Will Puerto Rico take marriage to the Supreme Court?
A federal judge in Puerto Rico last week affirmed an existing marriage law after dozens of others have gone the opposite way in the past year. Puerto Rico is part of the 1st U.S. Circuit Court of Appeals, seated in Boston. U.S. District Judge Juan M. Pérez-Giménez, an appointee of President Jimmy Carter, wrote a 21-page opinion that relied on basic principles and legal precedent, points other courts have rejected.
He looked to a 1972 U.S. Supreme Court ruling called Baker v. Nelson. The Baker case involved a gay couple’s attempt to get a marriage license from the state of Minnesota. The state Supreme Court upheld marriage as between a man and a woman. The couple appealed to the U.S. Supreme Court, but the court dismissed the case, saying did not raise a substantial federal question. That case is precedent and still stands. It wasn’t reversed by the Supreme Court’s U.S. v. Windsor decision last summer, and the 1st Circuit upheld it as controlling precedent just two years ago.
The judge also said Windsor, which overturned the federal Defense of Marriage Act, has been wrongly used to knock down voter preference for traditional marriage. That ruling left the statesto decide the marriage question. No fundamental right to other kinds of marital arrangements came from that case.
Pérez-Giménez acknowledged a clear majority of courts of late have struck down state marriage laws, but he called those rulings, “nebulous doctrinal developments.” Those judges have used “ingenuity and imagination” to construct a new form of marriage, he said. He also asked where it would end, this redefining of the “fundamental unit of political order,” that is, the procreative potential of man and woman. Nobody has answered that question. How can we bar polygamy, or marriage between fathers and daughters, if we permit this redefinition to go through?
Perez-Giminez used phrases like “inexplicable contortions of the mind” and “willful ignorance” to describe this sudden realization that homosexual unions are protected by the Constitution. He even wrote that those affirmations of same-gender marriages mean a “peculiar inability to recall the principles embodied in existing marriage law.”
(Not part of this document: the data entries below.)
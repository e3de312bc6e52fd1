using Portfolio.Model.Faults;

namespace Portfolio.Model.Rules.WithinProject;

/// <summary>The project's own members: name, programme, tags, priority, status date, commitments, correlation, overhead, number of
/// activities.</summary>
internal static class ProjectRule
{
    public static IEnumerable<Fault> Check(PlacedProject placed)
    {
        var (project, at, context) = (placed.Project, placed.Here, placed.Context);
        if (project.Id is { Length: > 0 } && TextRule.Id(project.Id, () => at.Under("id")) is { } id) yield return id;
        if (TextRule.Name(project.Name, "name", () => at.Under("name")) is { } name) yield return name;
        if (TextRule.Id(project.Programme, () => at.Under("programme")) is { } programme) yield return programme;
        foreach (var fault in TextRule.Tags(project.Tags, () => at)) yield return fault;
        if (project.Priority < 1)
            yield return at.Under("priority").Fault(RuleCodes.PriorityRange,
                $"The priority is {project.Priority}; 1 is the first, so it must be 1 or more.");
        if (ValueRule.Date(project.StatusDate, () => at.Under("statusDate")) is { } status) yield return status;
        foreach (var fault in CommitmentRule.Check(project.Commitments, context.MinorDigits, at.Under("commitments"))) yield return fault;
        if (ValueRule.Within(
                project.Correlation ?? 0, 0, Bounds.Correlation, "correlation", RuleCodes.CorrelationRange, () => at.Under("correlation"))
            is { } correlation)
            yield return correlation;
        foreach (var fault in Overhead(placed)) yield return fault;
        if (project.Activities.Count > context.Limits.Activities)
            yield return at.Under("activities").Fault(
                RuleCodes.LimitExceeded, $"The project has {project.Activities.Count} activities; at most "
                + $"{context.Limits.Activities} are allowed.");
    }

    private static IEnumerable<Fault> Overhead(PlacedProject placed)
    {
        if (placed.Project.Overhead is not { } overhead) yield break;
        var at = placed.Here.Under("overhead");
        if (overhead.PerDay < 0)
            yield return at.Under("perDay").Fault(RuleCodes.MoneyNegative,
                $"The overhead is {overhead.PerDay} a day; it must be 0 or more.");
        else if (ValueRule.Within(
            overhead.PerDay, 0, Bounds.Money, "overhead", RuleCodes.MoneyRange, () => at.Under("perDay")) is { } range)
            yield return range;
        if (ValueRule.Money(overhead.Actual, placed.Context.MinorDigits, () => at.Under("actual"), negativeAllowed: true) is { } actual)
            yield return actual;
    }
}
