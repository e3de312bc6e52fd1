using Portfolio.Model.Documents;
using Portfolio.Model.Faults;

namespace Portfolio.Model.Rules.WithinProject;

/// <summary>Demands on shared pools. Those of finished work are kept and ignored, so they need not fit.</summary>
internal static class DemandRule
{
    public static IEnumerable<Fault> Check(PlacedProject placed)
    {
        var activities = placed.Project.Activities;
        var seen = new HashSet<string>(StringComparer.Ordinal);
        for (var i = 0; i < activities.Count; i++)
        {
            var activity = activities[i];
            if (activity.Milestone) continue;
            seen.Clear();
            for (var k = 0; k < activity.Demands.Count; k++)
                foreach (var fault in One(activity, k, seen, placed, i))
                    yield return fault;
        }
    }

    private static IEnumerable<Fault> One(Activity activity, int k, HashSet<string> seen, PlacedProject placed, int i)
    {
        var (pool, units) = activity.Demands[k];
        Place At(string member) => placed.Activity(i).Under("demands", k).Under(member);

        var sound = units is > 0 and <= Bounds.Units;
        if (!sound && !double.IsNaN(units))
            yield return ValueRule.Finite(units, () => At("units"))
                ?? At("units").Fault(RuleCodes.UnitsRange,
                    $"{placed.Name(i)} draws {units} units; it must be more than 0 and at most {Bounds.Units:0}.");
        if (string.IsNullOrEmpty(pool)) yield break;
        if (placed.Context.LastCapacity(pool) is not { } capacity)
            yield return At("pool").Fault(RuleCodes.PoolUnknown, $"There is no pool {TextRule.Shown(pool)}.");
        else if (!seen.Add(pool))
            yield return At("pool").Fault(RuleCodes.DemandRepeated, $"{placed.Name(i)} draws on the pool {pool} twice; add the units up.");
        else if (sound && units > capacity && !activity.Finished)
            yield return At("units").Fault(
                RuleCodes.DemandNeverFits, $"{placed.Name(i)} needs {units} of the pool {pool}, which in the end has {capacity}: "
                + "it could never start.");
    }
}
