using Portfolio.Model.Faults;

namespace Portfolio.Model.Rules.WithinProject;

/// <summary>Activities of one project that wait for each other in a circle, one fault for each knot of circles.</summary>
internal static class CycleRule
{
    public static IEnumerable<Fault> Check(PlacedProject placed)
    {
        var outline = placed.Outline;
        var links = outline.Links.Where(l => l.Project is null).ToList();
        var arcs = links.ConvertAll(l => new Arc(l.Predecessor, l.Successor));
        foreach (var cycle in CycleSearch.Find(outline.ActivityIds.Count, arcs))
        {
            // What was stored had no circle: each goes through something that was sent.
            var link = links[cycle.FirstOrDefault(a => placed.Sent?.Contains(links[a].Successor) != false, cycle[0])];
            yield return placed.Activity(link.Successor).Under("predecessors", link.Entry).Fault(
                RuleCodes.LinkCycle, CycleSearch.Message(cycle.Select(a => outline.ActivityIds[links[a].Successor])));
        }
    }
}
In short, he said, those other decisions requiring states to issue marriage licenses to same-sex couples are contrived. Pérez-Giménez is the second federal judge to rule recently in favor of the right of a state to define marriage. The other one is from Louisiana. And there’s a third, a state judge from Tennessee. They all broke up a line of rulings againstmarriage as defined by voters and by history. The U.S. Supreme Court usually takes up cases when there is a disagreement among the federal circuit courts, so this opinion out of Puerto Rico helps move that day closer. But first, the 1st Circuit must rule on marriage. Four of its states—Maine, Massachusetts, New Hampshire, and Rhode Island—issue marriage licenses to same-sex couples and did so without being forced into it by the federal courts.